Performing Arts Limited Engagement opens Thursday, Dec. 2nd at the El Portal Theatre in North Hollywood. Runs Thursdays through Saturdays for three weeks, closing December 18th.

(PRWEB) November 25, 2004 -- For the past three years, Lord of the Rings fans have gotten a December installment of the now-classic movie. But the movies have ended, and this year fans are stuck with a cheap imitation: producer Joel McCrary's FELLOWSHIP!, a musical parody of the movie based on the book.

FELLOWSHIP! opens on Thursday, December 2nd and run for three weeks through Saturday, December 18th at the El Portal Theatre, 5269 Lankershim Blvd. in North Hollywood. Performances are Thursday through Saturday evenings at 8:00pm.

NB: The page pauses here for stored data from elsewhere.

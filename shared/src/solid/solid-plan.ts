import type { BendZone, Development } from '../bending/development';
import { panelRegions, zoneRegions } from '../bending/flat-regions';
import type { FlatRegion } from '../bending/flat-regions';
import { direction3, panelPoses, placeIn } from '../bending/fold';
import type { Pose } from '../bending/fold';
import type { Point, Point3 } from '../geometry/point';
import type { Loop, Segment } from '../geometry/path';
import { splitSegment } from '../geometry/chain';
import { COINCIDENT_MM } from '../geometry/tolerance';
import { cross3, dot3 } from '../geometry/vector3';
import { dot, subtract } from '../geometry/vector';

/** An edge of a piece's boundary in its own plane; a seam is where the sheet goes on into the next piece. */
export interface PlannedEdge {
  readonly segment: Segment;
  readonly isSeam: boolean;
}

/** Boundary of a piece: the outer one counter-clockwise first, openings clockwise. */
export type PlannedLoops = readonly (readonly PlannedEdge[])[];

/** A flat plate: its boundary in flat-pattern coordinates, lifted by the pose from z = 0 (face B) to z = T (face A). */
export interface Slab {
  readonly kind: 'slab';
  readonly pose: Pose;
  readonly loops: PlannedLoops;
}

/**
 * A bend: its boundary as drawn on the unrolled zone, x along the bend's axis in mm and y the angle round it in radians. A point (x, y)
 * at radius r lies at `centre + axis x + (start cos y + turned sin y) r`; radii run from `insideRadiusMm` to `insideRadiusMm + T`.
 */
export interface CylindricalBend {
  readonly kind: 'bend';
  readonly bendId: string;
  readonly centre: Point3;
  /** Unit vectors at right angles: along the axis, towards the parent's tangent line, and a quarter turn on. */
  readonly axis: Point3;
  readonly start: Point3;
  readonly turned: Point3;
  readonly insideRadiusMm: number;
  /** Boundary on the unrolled zone in mm: x along the axis, y across the zone from the parent's tangent line. */
  readonly loops: PlannedLoops;
  /** Radians of turn for each mm across the zone. */
  readonly radPerMm: number;
}

/** The exact solid of a formed part: plates and bends that meet along seams without gap or overlap. */
export interface SolidPlan {
  readonly thicknessMm: number;
  readonly pieces: readonly (Slab | CylindricalBend)[];
}

/** Corners of neighbours that lie on one line this well are corners of both. */
const ON_SEAM_MM = 4 * COINCIDENT_MM;

/** The formed part as exact pieces, in the frame of `poseFormed`: the base panel keeps face B on z = 0. */
export function solidPlan(development: Development): SolidPlan {
  const { panels, zones, stock } = development;
  const openings = panels.flatMap((panel) => panel.openings);
  const poses = panelPoses(panels, zones, stock.thicknessMm, 1);
  const ofZones = zones.map((zone) => zoneRegions(zone, openings, 0, zone.bendAllowanceMm));
  const ofPanels = panels.map((panel) => panelRegions(panel, zones, openings));
  const zoneEdges = zones.map((zone, index) => tangentEdges(zone, ofZones[index] ?? []));
  const slabs = panels.flatMap((_, index): readonly Slab[] => {
    const pose = poses[index];
    if (pose === undefined) return [];
    const seams = zones.flatMap((zone, at) =>
      zone.parentIndex === index || zone.childIndex === index ? (zoneEdges[at] ?? []) : [],
    );
    return (ofPanels[index] ?? []).map((region) => ({ kind: 'slab', pose, loops: loopsOf(region, seams) }));
  });
  const bends = zones.flatMap((zone, index): readonly CylindricalBend[] => {
    const parent = poses[zone.parentIndex];
    if (parent === undefined) return [];
    const seams = [zone.parentIndex, zone.childIndex].flatMap((panel) => tangentEdges(zone, ofPanels[panel] ?? []));
    return (ofZones[index] ?? []).map((region) => bendOf(zone, parent, stock.thicknessMm, loopsOf(region, seams)));
  });
  return { thicknessMm: stock.thicknessMm, pieces: [...slabs, ...bends] };
}

/** Straight edges of regions that lie on a zone's tangent lines. */
function tangentEdges(zone: BendZone, regions: readonly FlatRegion[]): readonly Segment[] {
  const acrossMm = (point: Point): number => dot(subtract(point, zone.origin), zone.towardsChild);
  return regions.flatMap(({ outer }) =>
    outer.filter(
      ({ kind, from, to }) =>
        kind === 'line' &&
        [0, zone.bendAllowanceMm].some(
          (level) => Math.abs(acrossMm(from) - level) <= ON_SEAM_MM && Math.abs(acrossMm(to) - level) <= ON_SEAM_MM,
        ),
    ),
  );
}

/** A region's boundary, cut at the corners of its neighbours and with its seams told. */
function loopsOf({ outer, openings }: FlatRegion, neighbours: readonly Segment[]): PlannedLoops {
  const corners = neighbours.flatMap(({ from, to }) => [from, to]);
  const edgesOf = (loop: Loop): readonly PlannedEdge[] =>
    loop.flatMap((edge): readonly PlannedEdge[] => {
      if (edge.kind === 'arc') return [{ segment: edge, isSeam: false }];
      return splitSegment(edge, corners, ON_SEAM_MM).map((segment) => ({
        segment,
        isSeam: neighbours.some((other) => isOpposite(segment, other)),
      }));
    });
  return [outer, ...openings].map(edgesOf);
}

/** Whether a straight edge lies within a neighbour's edge that runs the other way. */
function isOpposite(edge: Segment, other: Segment): boolean {
  const way = subtract(other.to, other.from);
  const length = Math.sqrt(dot(way, way));
  const offMm = (point: Point): number =>
    Math.abs((point.x - other.from.x) * way.y - (point.y - other.from.y) * way.x) / length;
  const at = (point: Point): number => dot(subtract(point, other.from), way) / length;
  const [start, end] = [at(edge.from), at(edge.to)];
  return (
    offMm(edge.from) <= ON_SEAM_MM &&
    offMm(edge.to) <= ON_SEAM_MM &&
    end < start &&
    end >= -ON_SEAM_MM &&
    start <= length + ON_SEAM_MM
  );
}

function bendOf(zone: BendZone, parent: Pose, thicknessMm: number, loops: PlannedLoops): CylindricalBend {
  const isTowards = zone.direction === 'towards';
  // The centre of the bend lies on the side that the sheet turns to, one inside radius off its face.
  const height = isTowards ? thicknessMm + zone.insideRadiusMm : -zone.insideRadiusMm;
  const centre = placeIn(parent, zone.origin, height).at;
  const alongAxis = direction3(parent, zone.along);
  const turned = direction3(parent, zone.towardsChild);
  const { x, y, z } = parent.uz;
  const start = isTowards ? { x: -x, y: -y, z: -z } : parent.uz;
  // The frame is right-handed where the axis is start x turned; the other way round the axis is turned about.
  const isRight = dot3(cross3(start, turned), alongAxis) > 0;
  const axis = isRight ? alongAxis : { x: -alongAxis.x, y: -alongAxis.y, z: -alongAxis.z };
  const unroll = (point: Point): Point => {
    const off = subtract(point, zone.origin);
    const sideways = dot(off, zone.along);
    return { x: isRight ? sideways : -sideways, y: dot(off, zone.towardsChild) };
  };
  return {
    kind: 'bend',
    bendId: zone.bendId,
    centre,
    axis,
    start,
    turned,
    insideRadiusMm: zone.insideRadiusMm,
    loops: loops.map((loop) => unrolled(loop, unroll, isRight)),
    radPerMm: (zone.bendAngleDeg * Math.PI) / 180 / zone.bendAllowanceMm,
  };
}

/** A loop carried onto the unrolled zone; where that mirrors it, it is run the other way and so stays counter-clockwise. */
function unrolled(
  loop: readonly PlannedEdge[],
  unroll: (point: Point) => Point,
  isRight: boolean,
): readonly PlannedEdge[] {
  const carried = loop.map(({ segment, isSeam }): PlannedEdge => {
    const [from, to] = isRight
      ? [unroll(segment.from), unroll(segment.to)]
      : [unroll(segment.to), unroll(segment.from)];
    // Mirrored and run the other way an arc keeps its sense.
    return segment.kind === 'line'
      ? { segment: { kind: 'line', from, to }, isSeam }
      : { segment: { ...segment, from, to, centre: unroll(segment.centre) }, isSeam };
  });
  return isRight ? carried : carried.reverse();
}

Tolkien fans will see all their favorite characters from the movies with one big change – they’re funny. Twelve original songs, from the way over the top opening number with its barefooted tap dancing Hobbits, to an 80s power ballad featuring a live guitar solo performed by the rightful heir of Gondor, and the Balrog, a terrifying creature of shadow and flame performing his sequin-studded New York style cabaret number. 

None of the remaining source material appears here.